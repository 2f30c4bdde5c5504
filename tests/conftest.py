"""Ground rules of every test: repeatable draws, no network, no display, Chromium where asked."""

from __future__ import annotations

import os
import shutil
import socket
from collections.abc import Iterator
from typing import Any

import pytest
from hypothesis import HealthCheck, settings

# Set before anything imports matplotlib; child processes inherit it.
os.environ["MPLBACKEND"] = "Agg"

# Repeatable: derandomized. No deadline and no `too_slow`: both would make the clock a judge.
settings.register_profile(
    "ci",
    derandomize=True,
    deadline=None,
    max_examples=100,
    suppress_health_check=[HealthCheck.too_slow],
)
settings.register_profile("local", settings.get_profile("ci"), max_examples=25)
settings.load_profile(os.environ.get("HYPOTHESIS_PROFILE", "local"))

_LOCAL = ("localhost", "127.0.0.1", "::1")
_CHROMIUM_NAMES = ("chromium", "chromium-browser", "google-chrome", "google-chrome-stable")


@pytest.fixture(autouse=True)
def no_network(monkeypatch: pytest.MonkeyPatch) -> Iterator[list[str]]:
    """Fail a test that reaches for another machine, also where the code under test catches it."""
    attempts: list[str] = []

    def guard(name: str) -> None:
        original = getattr(socket.socket, name)

        def call(self: socket.socket, address: object) -> object:
            # A tuple is an Internet address; local sockets are named by a path.
            if isinstance(address, tuple) and address[0] not in _LOCAL:
                attempts.append(str(address))
                raise OSError(f"tests open no network connection, got {address!r}.")
            return original(self, address)

        monkeypatch.setattr(socket.socket, name, call)

    resolve = socket.getaddrinfo

    def look_up(host: Any, *args: Any, **options: Any) -> object:
        if host is not None and host not in _LOCAL:
            attempts.append(str(host))
            raise OSError(f"tests look up no host name, got {host!r}.")
        return resolve(host, *args, **options)

    guard("connect")
    guard("connect_ex")
    monkeypatch.setattr(socket, "getaddrinfo", look_up)
    yield attempts
    assert not attempts, f"the test reached for the network: {', '.join(attempts)}"


def _find_chromium() -> str:
    """Return the browser's path; its absence skips, or fails where a browser is promised."""
    for name in _CHROMIUM_NAMES:
        if path := shutil.which(name):
            return path
    reason = f"no Chromium on PATH (looked for {', '.join(_CHROMIUM_NAMES)})"
    if os.environ.get("ROBUSTRM_REQUIRE_BROWSER") == "1":
        pytest.fail(f"{reason}, and ROBUSTRM_REQUIRE_BROWSER=1 demands it", pytrace=False)
    pytest.skip(reason)


def pytest_runtest_setup(item: pytest.Item) -> None:
    """Look for the browser before a test that is marked as needing it."""
    if item.get_closest_marker("browser"):
        _find_chromium()


@pytest.fixture
def chromium() -> str:
    """Return the path of a Chromium program."""
    return _find_chromium()
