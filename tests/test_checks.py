"""The texts of the argument checks: argument, rule, value seen, next step."""

from __future__ import annotations

import math

import numpy as np
import pytest

from robustrm import _checks as checks
from robustrm.errors import ArgumentError


@pytest.mark.parametrize(
    ("check", "message"),
    [
        (
            lambda: checks.check_choice("adjust", "hom", ("holm", "none")),
            "`adjust` must be one of 'holm', 'none', got 'hom'. Did you mean 'holm'?",
        ),
        (
            lambda: checks.check_choice("adjust", "xyz", ("holm", "none")),
            "`adjust` must be one of 'holm', 'none', got 'xyz'.",
        ),
        (
            lambda: checks.check_alternative("two_sided"),
            "`alternative` must be one of 'two-sided', 'greater', 'less', got 'two_sided'. "
            "Did you mean 'two-sided'?",
        ),
        (
            lambda: checks.check_level(95),
            "`level` must be in (0, 1), got 95. Did you mean 0.95?",
        ),
        (lambda: checks.check_level(0), "`level` must be in (0, 1), got 0."),
        (lambda: checks.check_level(-0.5), "`level` must be in (0, 1), got -0.5."),
        (lambda: checks.check_level(math.nan, "target"), "`target` must be in (0, 1), got nan."),
        (lambda: checks.check_level(True), "`level` must be in (0, 1), got True."),
        (
            lambda: checks.check_count("n_subjects", 2.5),
            "`n_subjects` must be a whole number of at least 1, got 2.5.",
        ),
        (
            lambda: checks.check_count("n_subjects", True),
            "`n_subjects` must be a whole number of at least 1, got True.",
        ),
        (
            lambda: checks.check_count("replicates", 1, least=2),
            "`replicates` must be a whole number of at least 2, got 1.",
        ),
        (
            lambda: checks.check_finite("limit", math.inf),
            "`limit` must be a finite number, got inf.",
        ),
        (
            lambda: checks.check_names("occasions", "week 0"),
            "`occasions` must be a list of names, got the single text 'week 0'. Write ['week 0'].",
        ),
        (
            lambda: checks.check_names("occasions", ["a"], least=2),
            "`occasions` must hold at least 2 names, got 1.",
        ),
        (
            lambda: checks.check_names("subjects", ["b", "a", "b"]),
            "`subjects` must not repeat a name, got 'b' twice.",
        ),
        (
            lambda: checks.check_names("subjects", ["a", " "]),
            "`subjects` must not hold an empty name, got ('a', ' ').",
        ),
        (
            lambda: checks.check_member("first", "week 1", ["week 0", "week 12"]),
            "`first` must name one of 'week 0', 'week 12', got 'week 1'. Did you mean 'week 12'?",
        ),
        (
            lambda: checks.check_draws(10),
            "`draws` must be rising whole numbers of at least 99, got 10.",
        ),
        (
            lambda: checks.check_draws([999, 999]),
            "`draws` must be rising whole numbers of at least 99, got [999, 999].",
        ),
        (
            lambda: checks.check_draws((), "stages"),
            "`stages` must be rising whole numbers of at least 99, got ().",
        ),
    ],
    ids=range(20),
)
def test_the_message_is_the_whole_sentence(check, message):
    with pytest.raises(ArgumentError) as caught:
        check()
    assert str(caught.value) == message


def test_what_is_right_passes_unchanged():
    assert checks.check_choice("zeros", "drop", ("pratt", "drop")) == "drop"
    assert checks.check_alternative("less") == "less"
    assert checks.check_level(0.95) == 0.95
    assert checks.check_count("n", 3) == 3
    assert checks.check_finite("limit", 2) == 2.0
    assert checks.check_names("occasions", ["b", "a"]) == ("b", "a")
    assert checks.check_member("first", "a", ["b", "a"]) == "a"
    assert checks.check_draws(None) == checks.STAGES == (9_999, 99_999, 999_999)
    assert checks.check_draws(999) == (999,)
    assert checks.check_draws([99, 999]) == (99, 999)


def test_whole_numbers_of_numpy_count_as_whole():
    assert checks.check_count("n", np.int64(4)) == 4
    assert isinstance(checks.check_count("n", np.int64(4)), int)


def test_the_nearest_option_does_not_depend_on_their_order():
    options = ["lower", "lowest", "upper"]
    assert checks.nearest("lowe", options) == checks.nearest("lowe", reversed(options))
    assert checks.nearest("completely different", options) is None


def test_an_argument_error_is_a_value_error():
    assert issubclass(ArgumentError, ValueError)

*-*-*

*ASSIGNMENT*. Transcribe each line of the material without any alteration.

*SOLUTION FOR THIS PROBLEM*.
repository 2f30c4bdde5c5504
filename tests/conftest.py
"""Ground rules of every test: repeatable draws, no network, no display, Chromium where asked."""

from __future__ import annotations

import os
import shutil
import socket
from collections.abc import Iterator
from typing import Any

import pytest
from hypothesis import HealthCheck, settings

# Set before anything imports matplotlib; child processes inherit it.
os.environ["MPLBACKEND"] = "Agg"

# Repeatable: derandomized. No deadline and no `too_slow`: both would make the clock a judge.
settings.register_profile(
    "ci",
    derandomize=True,
    deadline=None,
    max_examples=100,
    suppress_health_check=[HealthCheck.too_slow],
)
settings.register_profile("local", settings.get_profile("ci"), max_examples=25)
settings.load_profile(os.environ.get("HYPOTHESIS_PROFILE", "local"))

_LOCAL = ("localhost", "127.0.0.1", "::1")
_CHROMIUM_NAMES = ("chromium", "chromium-browser", "google-chrome", "google-chrome-stable")


@pytest.fixture(autouse=True)
def no_network(monkeypatch: pytest.MonkeyPatch) -> Iterator[list[str]]:
    """Fail a test that reaches for another machine, also where the code under test catches it."""
    attempts: list[str] = []

    def guard(name: str) -> None:
        original = getattr(socket.socket, name)

        def call(self: socket.socket, address: object) -> object:
            # A tuple is an Internet address; local sockets are named by a path.
            if isinstance(address, tuple) and address[0] not in _LOCAL:
                attempts.append(str(address))
                raise OSError(f"tests open no network connection, got {address!r}.")
            return original(self, address)

        monkeypatch.setattr(socket.socket, name, call)

    resolve = socket.getaddrinfo

    def look_up(host: Any, *args: Any, **options: Any) -> object:
        if host is not None and host not in _LOCAL:
            attempts.append(str(host))
            raise OSError(f"tests look up no host name, got {host!r}.")
        return resolve(host, *args, **options)

    guard("connect")
    guard("connect_ex")
    monkeypatch.setattr(socket, "getaddrinfo", look_up)
    yield attempts
    assert not attempts, f"the test reached for the network: {', '.join(attempts)}"


def _find_chromium() -> str:
    """Return the browser's path; its absence skips, or fails where a browser is promised."""
    for name in _CHROMIUM_NAMES:
        if path := shutil.which(name):
            return path
    reason = f"no Chromium on PATH (looked for {', '.join(_CHROMIUM_NAMES)})"
    if os.environ.get("ROBUSTRM_REQUIRE_BROWSER") == "1":
        pytest.fail(f"{reason}, and ROBUSTRM_REQUIRE_BROWSER=1 demands it", pytrace=False)
    pytest.skip(reason)


def pytest_runtest_setup(item: pytest.Item) -> None:
    """Look for the browser before a test that is marked as needing it."""
    if item.get_closest_marker("browser"):
        _find_chromium()


@pytest.fixture
def chromium() -> str:
    """Return the path of a Chromium program."""
    return _find_chromium()
filename tests/test_checks.py
"""The texts of the argument checks: argument, rule, value seen, next step."""

from __future__ import annotations

import math

import numpy as np
import pytest

from robustrm import _checks as checks
from robustrm.errors import ArgumentError


@pytest.mark.parametrize(
    ("check", "message"),
    [
        (
            lambda: checks.check_choice("adjust", "hom", ("holm", "none")),
            "`adjust` must be one of 'holm', 'none', got 'hom'. Did you mean 'holm'?",
        ),
        (
            lambda: checks.check_choice("adjust", "xyz", ("holm", "none")),
            "`adjust` must be one of 'holm', 'none', got 'xyz'.",
        ),
        (
            lambda: checks.check_alternative("two_sided"),
            "`alternative` must be one of 'two-sided', 'greater', 'less', got 'two_sided'. "
            "Did you mean 'two-sided'?",
        ),
        (
            lambda: checks.check_level(95),
            "`level` must be in (0, 1), got 95. Did you mean 0.95?",
        ),
        (lambda: checks.check_level(0), "`level` must be in (0, 1), got 0."),
        (lambda: checks.check_level(-0.5), "`level` must be in (0, 1), got -0.5."),
        (lambda: checks.check_level(math.nan, "target"), "`target` must be in (0, 1), got nan."),
        (lambda: checks.check_level(True), "`level` must be in (0, 1), got True."),
        (
            lambda: checks.check_count("n_subjects", 2.5),
            "`n_subjects` must be a whole number of at least 1, got 2.5.",
        ),
        (
            lambda: checks.check_count("n_subjects", True),
            "`n_subjects` must be a whole number of at least 1, got True.",
        ),
        (
            lambda: checks.check_count("replicates", 1, least=2),
            "`replicates` must be a whole number of at least 2, got 1.",
        ),
        (
            lambda: checks.check_finite("limit", math.inf),
            "`limit` must be a finite number, got inf.",
        ),
        (
            lambda: checks.check_names("occasions", "week 0"),
            "`occasions` must be a list of names, got the single text 'week 0'. Write ['week 0'].",
        ),
        (
            lambda: checks.check_names("occasions", ["a"], least=2),
            "`occasions` must hold at least 2 names, got 1.",
        ),
        (
            lambda: checks.check_names("subjects", ["b", "a", "b"]),
            "`subjects` must not repeat a name, got 'b' twice.",
        ),
        (
            lambda: checks.check_names("subjects", ["a", " "]),
            "`subjects` must not hold an empty name, got ('a', ' ').",
        ),
        (
            lambda: checks.check_member("first", "week 1", ["week 0", "week 12"]),
            "`first` must name one of 'week 0', 'week 12', got 'week 1'. Did you mean 'week 12'?",
        ),
        (
            lambda: checks.check_draws(10),
            "`draws` must be rising whole numbers of at least 99, got 10.",
        ),
        (
            lambda: checks.check_draws([999, 999]),
            "`draws` must be rising whole numbers of at least 99, got [999, 999].",
        ),
        (
            lambda: checks.check_draws((), "stages"),
            "`stages` must be rising whole numbers of at least 99, got ().",
        ),
    ],
    ids=range(20),
)
def test_the_message_is_the_whole_sentence(check, message):
    with pytest.raises(ArgumentError) as caught:
        check()
    assert str(caught.value) == message


def test_what_is_right_passes_unchanged():
    assert checks.check_choice("zeros", "drop", ("pratt", "drop")) == "drop"
    assert checks.check_alternative("less") == "less"
    assert checks.check_level(0.95) == 0.95
    assert checks.check_count("n", 3) == 3
    assert checks.check_finite("limit", 2) == 2.0
    assert checks.check_names("occasions", ["b", "a"]) == ("b", "a")
    assert checks.check_member("first", "a", ["b", "a"]) == "a"
    assert checks.check_draws(None) == checks.STAGES == (9_999, 99_999, 999_999)
    assert checks.check_draws(999) == (999,)
    assert checks.check_draws([99, 999]) == (99, 999)


def test_whole_numbers_of_numpy_count_as_whole():
    assert checks.check_count("n", np.int64(4)) == 4
    assert isinstance(checks.check_count("n", np.int64(4)), int)


def test_the_nearest_option_does_not_depend_on_their_order():
    options = ["lower", "lowest", "upper"]
    assert checks.nearest("lowe", options) == checks.nearest("lowe", reversed(options))
    assert checks.nearest("completely different", options) is None


def test_an_argument_error_is_a_value_error():
    assert issubclass(ArgumentError, ValueError)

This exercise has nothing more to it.